__Directions for this task__
Only certain lines below are wanted: those starting at the line containing "def plain_options_of_every_command() ->" and ending at the line containing "assert conversion(float).coerce(None) is", both included, each retyped exactly.

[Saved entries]
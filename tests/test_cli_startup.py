"""Start-up of the command: plain option conversion (no pydantic per option), only the
command asked for built, heavy libraries left unloaded where a command does not need them."""

from __future__ import annotations

import subprocess
import sys

import pytest
import typer

from skyplan.cli import app as app_module
from skyplan.cli import plainparams


def loaded_after(*argv: str) -> set[str]:
    """Top-level modules loaded by one run of the command, in a fresh interpreter."""
    code = ("import sys\nfrom skyplan.cli.app import main\ntry:\n    main(sys.argv[1:])\n"
            "except SystemExit:\n    pass\n"
            "print(' '.join(sorted({m.split('.')[0] for m in sys.modules})))")
    out = subprocess.run([sys.executable, "-c", code, *argv], capture_output=True, text=True,
                         check=True)
    return set(out.stdout.split())


def test_help_loads_no_heavy_library() -> None:
    loaded = loaded_after("--help")
    assert not loaded & {"numpy", "astropy", "skyfield", "scipy", "matplotlib", "pydantic"}


def plain_options_of_every_command() -> int:
    return plainparams.install(typer.main.get_command(app_module.build()))


def test_the_installed_typer_is_the_one_plain_conversion_was_tested_with() -> None:
    # pyproject.toml pins typer to the release line whose option objects plainparams knows;
    # a typer outside it must fail here (not skip), so that the loss of speed is seen.
    from importlib.metadata import version

    major, minor, *_ = (int(p) for p in version("typer").split(".")[:3])
    assert (major, minor) == (0, 29), f"typer {version('typer')} is outside the tested range"
    assert plain_options_of_every_command() >= 100  # every text, number and flag option


def test_a_windows_run_converts_its_options_without_pydantic(tmp_path) -> None:
    assert plain_options_of_every_command() > 0
    loaded = loaded_after("windows", "--demo", "--min-alt", "25", "-f", "json", "--out",
                          str(tmp_path / "w.json"), "--quiet")
    assert "pydantic" not in loaded and (tmp_path / "w.json").stat().st_size > 0


def test_a_find_run_converts_its_names_without_pydantic() -> None:
    assert plain_options_of_every_command() > 0
    assert "pydantic" not in loaded_after("find", "M 42", "Vega")


def test_lists_of_texts() -> None:
    texts = plainparams.TextList()
    assert texts.coerce(("M 42", "Vega")) == ["M 42", "Vega"] and texts.coerce(None) == ()
    with pytest.raises(typer.BadParameter):
        texts.coerce("M 42")


def test_a_missing_name_is_one_line_and_status_2(capsys) -> None:
    with pytest.raises(SystemExit) as stop:
        app_module.main(["find"])
    assert stop.value.code == 2
    assert capsys.readouterr().err.strip().splitlines() == [
        "skyplan: Missing argument 'name'. (see 'skyplan find --help')"]


def conversion(kind: type) -> plainparams.PlainConversion:
    return plainparams.PlainConversion(kind)


def test_plain_conversion() -> None:
    assert conversion(float).coerce("2.5") == 2.5 and conversion(float).coerce(" 1e3 ") == 1000
    assert conversion(float).coerce(3) == 3.0 and type(conversion(float).coerce(3)) is float
    assert conversion(int).coerce("12") == 12 and conversion(str).coerce("x") == "x"
    assert conversion(bool).coerce("yes") is True and conversion(bool).coerce("0") is False
    assert conversion(float).coerce(None) is None
    for kind, text in ((float, "abc"), (int, "1.5"), (bool, "maybe")):
        with pytest.raises(typer.BadParameter, match=repr(text)):
            conversion(kind).coerce(text)


def test_a_bad_number_is_one_line_and_status_2(capsys) -> None:
    with pytest.raises(SystemExit) as stop:
        app_module.main(["windows", "--demo", "--moon-gap", "far"])
    assert stop.value.code == 2
    err = capsys.readouterr().err.strip().splitlines()
    assert err == ["skyplan: Invalid value for '--moon-gap': 'far' is not a number "
                   "(see 'skyplan windows --help')"]


def test_only_the_command_asked_for_is_built() -> None:
    one = app_module._command(["night", "--demo"])
    assert list(one.commands) == ["night"]
    everything = app_module._command(["--help"])
    assert {"night", "windows", "plan"} <= set(everything.commands)
    assert set(app_module._command(["nigth"]).commands) == set(everything.commands)


def test_a_run_imports_only_its_own_command_module() -> None:
    code = ("import sys\nfrom skyplan.cli.app import main\ntry:\n    main(sys.argv[1:])\n"
            "except SystemExit:\n    pass\n"
            "print(' '.join(sorted(m for m in sys.modules if m.startswith('skyplan.cli.'))),"
            " file=sys.stderr)")
    out = subprocess.run([sys.executable, "-c", code, "clock", "--demo", "--at",
                          "2026-12-18T22:00"], capture_output=True, text=True, check=True)
    assert set(out.stderr.split()) == {"skyplan.cli.app", "skyplan.cli.clock",
                                       "skyplan.cli.options", "skyplan.cli.plainparams"}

__Exercise answer__
def plain_options_of_every_command() -> int:
    return plainparams.install(typer.main.get_command(app_module.build()))


def test_the_installed_typer_is_the_one_plain_conversion_was_tested_with() -> None:
    # pyproject.toml pins typer to the release line whose option objects plainparams knows;
    # a typer outside it must fail here (not skip), so that the loss of speed is seen.
    from importlib.metadata import version

    major, minor, *_ = (int(p) for p in version("typer").split(".")[:3])
    assert (major, minor) == (0, 29), f"typer {version('typer')} is outside the tested range"
    assert plain_options_of_every_command() >= 100  # every text, number and flag option


def test_a_windows_run_converts_its_options_without_pydantic(tmp_path) -> None:
    assert plain_options_of_every_command() > 0
    loaded = loaded_after("windows", "--demo", "--min-alt", "25", "-f", "json", "--out",
                          str(tmp_path / "w.json"), "--quiet")
    assert "pydantic" not in loaded and (tmp_path / "w.json").stat().st_size > 0


def test_a_find_run_converts_its_names_without_pydantic() -> None:
    assert plain_options_of_every_command() > 0
    assert "pydantic" not in loaded_after("find", "M 42", "Vega")


def test_lists_of_texts() -> None:
    texts = plainparams.TextList()
    assert texts.coerce(("M 42", "Vega")) == ["M 42", "Vega"] and texts.coerce(None) == ()
    with pytest.raises(typer.BadParameter):
        texts.coerce("M 42")


def test_a_missing_name_is_one_line_and_status_2(capsys) -> None:
    with pytest.raises(SystemExit) as stop:
        app_module.main(["find"])
    assert stop.value.code == 2
    assert capsys.readouterr().err.strip().splitlines() == [
        "skyplan: Missing argument 'name'. (see 'skyplan find --help')"]


def conversion(kind: type) -> plainparams.PlainConversion:
    return plainparams.PlainConversion(kind)


def test_plain_conversion() -> None:
    assert conversion(float).coerce("2.5") == 2.5 and conversion(float).coerce(" 1e3 ") == 1000
    assert conversion(float).coerce(3) == 3.0 and type(conversion(float).coerce(3)) is float
    assert conversion(int).coerce("12") == 12 and conversion(str).coerce("x") == "x"
    assert conversion(bool).coerce("yes") is True and conversion(bool).coerce("0") is False
    assert conversion(float).coerce(None) is None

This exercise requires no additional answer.